Technical Article

The Relationship Between Predictive Maintenance and Digital Transformation

November 22, 2021 by Jeff Kerns

This article discusses some trends in digital transformation, specifically matching real-world data with resources and gaining control in an ever-changing world.

How to Adapt to Digital Transformation

There are many digital transformation trends in manufacturing. Additive manufacturing, connected devices, cloud services, and more help businesses gain control in an ever-changing world. Many companies are talking about digital transformations, but recent events have shown that technology is still driven by traditional factors, such as natural resources, population, and disease.

We already covered how 3D printing has been driving digital transformation. The following will quickly review predictive technology advancing manufacturing and the drivers currently accelerating industries' push toward a digital future. Later, we will review how data, dashboards, and cloud computing impact digital transformation. 

 

Predictive Data: Being Flexible and Fast

Predictive maintenance can help show when a machine needs servicing. This is done through data and has proven to be valuable. The term predictive maintenance has been around for years and is often a relatively easy way to show a return on investment (ROI) for adopting new technology. However, as enough data sets are collected, much more can be done with predictive abilities. Companies want to be as flexible and fast as they can to adjust to market needs.

Implementing predictive maintenance has its own set of challenges. In a future article, we will touch on those challenges, along with some best mitigating practices.

 

digital transformation

Figure 1. A cobot working alongside a human using an HMI. Image used courtesy of SYSPRO

 

While digital transformations can improve flexibility, companies need technology to help predict future market demands to stay ahead of the change. Demand planning is another predictive tool companies are using to stay ahead of market needs. It could be argued that demand planning was how early societies created calendars or tracked seasons.

One example could include using similar technology with weather data to manage supply chains of allergy medications to pharmacies. Weather data with predictive software might determine when, where, and what type of allergies could hit an area.

This technology gives companies the chance to act to market needs rather than react after the demand happens. This example is just one simple solution to matching real-world data with resources and population to create an efficient business model. 

 

Digital Accelerators

Digital transformations help industry, but companies still need to justify the cost and ROI. As many entrepreneurs and investors will ask, what problem is this solving?

 

digital transformation

Figure 2. Lots of technologies go into digital transformation. 

 

To determine where or how fast technology will be adopted shouldn't focus on devices and solutions. Companies and investors should focus on problems. Often the larger the problem, the faster industries adopt solutions. 

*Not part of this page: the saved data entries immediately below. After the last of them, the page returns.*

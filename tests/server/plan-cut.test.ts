import { afterAll, afterEach, beforeAll, describe, expect, it } from 'vitest';
import { ApiClient, signedIn } from '../support/api-client';
import { makeUser } from '../support/factories';
import { createTestContext, truncateAll, type TestContext } from '../support/test-app';

let ctx: TestContext;
beforeAll(async () => {
  ctx = await createTestContext();
  await truncateAll(ctx.orm);
});
afterAll(() => ctx.close());
afterEach(() => {
  expect(ctx.loggedErrors).toEqual([]);
});

const job = { kerf: 3, trim: 0, minOffcut: 100, stock: [{ length: 6000, price: 30, qty: null }], parts: [{ length: 1200, qty: 4, label: 'A' }] };

describe('POST /api/plan/cut', () => {
  it('plans a pasted job for a signed-in user', async () => {
    const client = await signedIn(ctx.app, await makeUser(ctx.orm));
    const res = await client.post('/api/plan/cut', { job, timeLimitMs: 200 }).expect(200);
    // By hand: 4 × 1200 + 3 × 3 = 4809 mm on one 6000 mm bar; the 1191 mm leftover keeps 1188 mm after one more kerf.
    expect(res.body).toMatchObject({ barCount: 1, lowerBound: 1, optimal: true, cost: 30 });
    expect(res.body.bars[0].offcut).toBe(1188);
  });

  it('plans with the exact solver (HiGHS) in the worker thread, like the command line', async () => {
    const client = await signedIn(ctx.app, await makeUser(ctx.orm));
    // 8 × 1532 + 2 × 345 on 6 m at 72 and 3 m at 30: by hand, 2 × 6 m (3 × 1532 + 345 each, 5313 mm with kerfs) and
    // 2 × 3 m (1532 each) cost 204, the least (the exact model agrees).
    const priced = {
      kerf: 3,
      trim: 0,
      minOffcut: 100,
      stock: [{ length: 6000, price: 72 }, { length: 3000, price: 30 }],
      parts: [{ length: 1532, qty: 8, label: 'A' }, { length: 345, qty: 2, label: 'B' }],
    };
    const res = await client.post('/api/plan/cut', { job: priced, timeLimitMs: 2000 }).expect(200);
    expect(res.body.stats.mip).toBe(true);
    expect(res.body).toMatchObject({ cost: 204, optimal: true });
  });

  it('refuses a caller who is not signed in', async () => {
    const anon = new ApiClient(ctx.app);
    await anon.fetchCsrf();
    expect((await anon.post('/api/plan/cut', { job })).status).toBe(401);
  });

  it('names the bad field and the part at fault', async () => {
    const client = await signedIn(ctx.app, await makeUser(ctx.orm));
    const neg = await client.post('/api/plan/cut', { job: { ...job, kerf: -1 } });
    expect(neg.status).toBe(400);
    expect(neg.body.error.fields['job.kerf']).toBeTruthy();
    const long = await client.post('/api/plan/cut', { job: { ...job, parts: [{ length: 7000, qty: 1, label: 'A' }] } });
    expect(long.status).toBe(422);
    expect(long.body.error.message).toContain("part 'A' (7000 mm) is longer than every stock bar (6000 mm)");
    const slow = await client.post('/api/plan/cut', { job, timeLimitMs: 60_000 });
    expect(slow.status).toBe(400);
    expect(slow.body.error.fields.timeLimitMs).toBeTruthy();
  });
});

For example, recently, COVID-19 has become one of the largest digital transformation drivers in the world. This response not only demonstrates the power of large problems but the importance of traditional drivers such as resources, population, disease, etc.

Industry often focuses on solutions that are cost-effective or easy to integrate. However, the best solutions are not necessarily the smartest or strongest but ones that adjust accurately and quickly to the current environment.

These paradigm-shifting moments help us remember that it is often best to focus on the problem and not get distracted by shiny new technology.